From: Jonathon Tidswell <t-jont@microsoft.com>
Date: Sun, 14 Jan 1996 18:50:21 -0800
Message-Id: <c=US%a=_%p=msft%l=syd-02-msg960115133719NE007A00@red-02-imc.itg.microsoft.com>
To: "www-talk@w3.org" <IMCEAX400-c=US+3Ba=+20+3Bp=MSFT+3Bo=SOUTHPACIFIC+3Bdda+3ASMTP=www-talk+40w3+2Eo>, "idelrio@abstraction.com" <IMCEAX400-c=US+3Ba=+20+3Bp=MSFT+3Bo=SOUTHPACIFIC+3Bdda+3ASMTP=idelrio+40abstrac>

Israel,
You are correct URLs are ugly and not particularly novice friendly(1).
Which leads quite quickly to the conclusion that an improvement is needed.
I dont think anybody would disagree so far.

However your suggestion is applicable to a very narrow part of the web 
(indeed HTTP is only part of the 'Web'), it appears to be the common 
response that your goals are good but that implementing two standards (yours 
and a more widely applicable one at a later date) for dealing with the 
naming problems is worse than dealing with the (admittedly poor) current URL 
scheme until a broadly applicable solution can be found.
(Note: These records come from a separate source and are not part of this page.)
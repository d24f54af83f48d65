"""Checks of the limit-set files, their loader and the evaluation of criteria."""

import dataclasses
import math
import re
import shutil
from pathlib import Path
from types import MappingProxyType

import numpy as np
import pytest

from corridor.limits.evaluate import evaluate
from corridor.limits.limit_sets import (
    DEFAULT_SEARCH_DIR,
    LimitSetError,
    available_limit_sets,
    load_limit_set,
)

CONFIG_DIR = Path(__file__).resolve().parents[2] / "corridor" / "data" / "limits"
SHIPPED = ("iec_en", "ieee_na")

# Words that name a source or mark the provenance of a value (project rule).
PROVENANCE = re.compile(r"EN 50|IEC|IEEE|ITU|ISO|NACE|NESC|common practice|from memory|"
                        r"published")

MINIMAL = """\
[meta]
name = "t"
description = "test set"
editions = ["none"]

[criteria.c]
applies_to = ["pipeline"]
case = "normal"
quantity = "v_normal_v"
method = "constant"
value = 60.0
"""


def _write(tmp_path, text, name="bad.toml"):
    path = tmp_path / name
    path.write_text(text, encoding="utf-8")
    return path


def _eval(ls, kind, quantities, clearing_s=0.5, rho=100.0, high_rel=False, **kw):
    kind = np.asarray(kind)
    return evaluate(ls, kind, quantities, np.broadcast_to(clearing_s, kind.shape),
                    np.broadcast_to(rho, kind.shape), np.broadcast_to(high_rel, kind.shape),
                    **kw)


# ------------------------------------------------------------ shipped sets

@pytest.mark.parametrize("name", SHIPPED)
def test_shipped_sets_load(name):
    ls = load_limit_set(name, search_dir=CONFIG_DIR)
    assert ls.name == name
    assert ls.editions and ls.criteria
    assert ls.review_threshold == 0.5  # common practice, as documented in the files
    # Each set covers every asset kind with at least one criterion.
    kinds = {k for c in ls.criteria for k in c.applies_to}
    assert kinds == {"pipeline", "fence", "rail", "telecom"}
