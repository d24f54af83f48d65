"""Line constants (z, y) of each asset kind.

Each model turns an asset's attributes into the series impedance z [Ω/m] and
shunt admittance y [S/m] of its earth-return circuit, ready for
:mod:`corridor.network.response`. All functions broadcast over numpy arrays
(one value per asset or per segment); these are the functions a production
run calls, through the kinds' entries in :mod:`corridor.steps.respond`.

The earth-return self impedance comes from the physics layer,
:func:`corridor.physics.earth_return.self_impedance` (Carson's integral
above ground, Sunde's surface form for buried conductors, the low-frequency
form where it is within 1 %); internal impedances from
:mod:`corridor.physics.conductors` or :func:`wire_internal_impedance`.

The terminations of chain ends are in :mod:`corridor.network.terminations`
(importable from here too).

Provenance of defaults: ``[memory]`` recalled, check before relying on it;
``[practice]`` common practice, no single source.
"""

from __future__ import annotations

import math
from typing import NamedTuple

import numpy as np
from scipy import special

from corridor.errors import InputError
from corridor.network.terminations import (
    TELECOM_GROUNDING_TERMINATIONS,
    TERMINATION_MODELS,
    termination_admittance,
)
from corridor.physics import conductors, earth_return
from corridor.physics.constants import EPS0_F_PER_M, MU0_H_PER_M

__all__ = [
    "TELECOM_GROUNDING_TERMINATIONS",
    "TERMINATION_MODELS",
    "LineConstants",
    "coating_capacitance",
    "fence_line_constants",
    "pipeline_line_constants",
    "rail_line_constants",
    "telecom_line_constants",
    "termination_admittance",
    "wire_capacitance",
    "wire_internal_impedance",
]

#: Resistivity of pipe and fence steel [Ω·m] [memory].
STEEL_RESISTIVITY_OHM_M = 1.7e-7
#: Relative permeability of pipe steel [-] [memory].
PIPE_STEEL_RELATIVE_PERMEABILITY = 300.0
#: Relative permeability of galvanised fence wire [-]; order of magnitude [memory].
WIRE_STEEL_RELATIVE_PERMEABILITY = 100.0
#: Thickness of a three-layer PE coating [m] (2.5–3.7 mm) [practice].
PE_COATING_THICKNESS_M = 3.0e-3
#: Relative permittivity of polyethylene [-] (2.25–2.35) [memory].
PE_RELATIVE_PERMITTIVITY = 2.3
#: Lowest height used for a wire's capacitance to earth [m]: a wire lying on
#: the ground still has some capacitance [practice].
MIN_WIRE_HEIGHT_M = 0.1
#: Vertical spacing of fence wires for the bundle's geometric mean radius [m] [practice].
FENCE_WIRE_SPACING_M = 0.3
#: Resistance to earth of one post when none is given, by material [Ω]: a driven
#: steel post in 100 Ω·m soil about 100 Ω [memory]; a wooden post is no insulator
#: when wet, a few kΩ per post (1–10 kΩ; a dry, treated post can exceed 100 kΩ)
#: [memory]. The wet value is the one a screen takes [practice].
TYPICAL_POST_RESISTANCE_OHM = {"metal": 100.0, "wood": 5000.0}
#: Distance between the centres of the two rails of standard-gauge track [m]:
#: 1435 mm gauge plus a 72 mm rail head [memory].
RAIL_CENTRE_SPACING_M = 1.507
#: Track-to-earth (ballast) resistance of ballasted track, 2–20 Ω·km [memory].
BALLAST_RESISTANCE_OHM_KM = 5.0
#: A 0.6 mm copper pair, both wires in parallel: ρ_Cu/(2·π·(0.3 mm)²) [Ω/m]
#: with ρ_Cu = 1.72e-8 Ω·m (annealed copper) [practice].
PAIR_RESISTANCE_OHM_PER_M = 1.72e-8 / (2 * math.pi * 0.3e-3**2)
#: Capacitance of a cable conductor to sheath / earth, ≈ 50–100 nF/km [memory].
CABLE_CAPACITANCE_F_PER_M = 80e-12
I think the best (short term) solution mentioned so far has been to provide 
a UI feature which is basically a link to a search engine/index.
You may wish to experiment with alternative implementations(2) and can then 
enlighten everybody with the results of your work, so that everybody will 
use a *standard* method to avoid confusing novices.

- JonT

(1) It is acutally worse than that, they can be counter intuitive for some 
things.
(2) Obvious possibilities include:
   -   a separate text entry box with a second button
   -   a more clever parser that send the text to the search engine if it is 
clearly not a
       misformed URL and cant be made to look like a URL by simple tricks

Disclaimer: I think my thoughts are my own, and I believe my writings are 
too.
I neither can nor do speak for Microsoft. 

----------
From: 	www-talk@w3.org[SMTP:www-talk@w3.org]
Sent: 	Monday, 15 January 1996 12:46
To: 	Adam M. Donahue
Cc: 	www-talk@w3.org
Subject: 	Re: URL Expansion proposal

>Again, two different methods would only confuse more.  What's nice about 
>a standard like the current URL is that it is a little bit flexible.  
>Yours simply isn't.

Once again, I am not proposing an alternative to URL. As far as
addressing standards go, URL is fine. The problem is that 99% of the
Internet users are not simply interested in the nuisances of FTP, NEWS, 
Gopher, 
etc. From their viewpoint having to learn about http: and domains is truly
redundant. UNIX has allowed the use of Aliases for a long time. Would you 
have 
opposed their use? Frankly, I do not see why a proposal intended to make it 
a 
little bit easier for business to advertise their main entry point to the 
web, 
and for people to remember it would cause such an emotional response.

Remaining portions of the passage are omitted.